## WORK INSTRUCTION
Lines before the one containing "psi.Canonicalize(1, nil)" are left out; that line and all after it, through the end of the records, must be transcribed exactly.
------ RECORD SET ------
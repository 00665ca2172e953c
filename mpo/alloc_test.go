//go:build !race

package mpo

import (
	"math/rand/v2"
	"testing"

	"github.com/stretchr/testify/require"

	"rundle/mps/block"
)

// The race detector allocates on its own.
func TestApplyDoesNotAllocate(t *testing.T) {
	rng := rand.New(rand.NewPCG(5, 5))
	for _, name := range []string{"fermions", "bosons"} {
		o := randomSum(t, name, 5)
		psi := randomState[complex128](t, rng, o.Group, o.Phys, middle(o.Group, o.Phys))
		psi.Canonicalize(1, nil)
		var ws Workspace[complex128]
		left, right := around(o, psi, 1, 2, &ws)
		theta := block.Contract(psi.Sites[1], psi.Sites[2], []int{2}, []int{0})
		h := NewPlanner(o).Project(1, 2, left, right, theta.Structure)
		require.NotEmpty(t, h.plan.chains)
		require.NotEmpty(t, h.plan.bands)
		out := block.New[complex128](theta.Structure)
		apply := func() { h.Apply(out.Data, theta.Data, &ws, nil) }
		apply()
		require.Zero(t, testing.AllocsPerRun(10, apply), name)

		a := psi.Sites[2]
		g := NewPlanner(o).RightIsometry(2, right, a.Structure)
		grown := block.New[complex128](g.Out)
		step := func() { g.Run(grown, right, a, a, &ws, nil) }
		step()
		require.Zero(t, testing.AllocsPerRun(10, step), name)
	}
}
------
## EXERCISE SOLUTION
		psi.Canonicalize(1, nil)
		var ws Workspace[complex128]
		left, right := around(o, psi, 1, 2, &ws)
		theta := block.Contract(psi.Sites[1], psi.Sites[2], []int{2}, []int{0})
		h := NewPlanner(o).Project(1, 2, left, right, theta.Structure)
		require.NotEmpty(t, h.plan.chains)
		require.NotEmpty(t, h.plan.bands)
		out := block.New[complex128](theta.Structure)
		apply := func() { h.Apply(out.Data, theta.Data, &ws, nil) }
		apply()
		require.Zero(t, testing.AllocsPerRun(10, apply), name)

		a := psi.Sites[2]
		g := NewPlanner(o).RightIsometry(2, right, a.Structure)
		grown := block.New[complex128](g.Out)
		step := func() { g.Run(grown, right, a, a, &ws, nil) }
		step()
		require.Zero(t, testing.AllocsPerRun(10, step), name)
	}
}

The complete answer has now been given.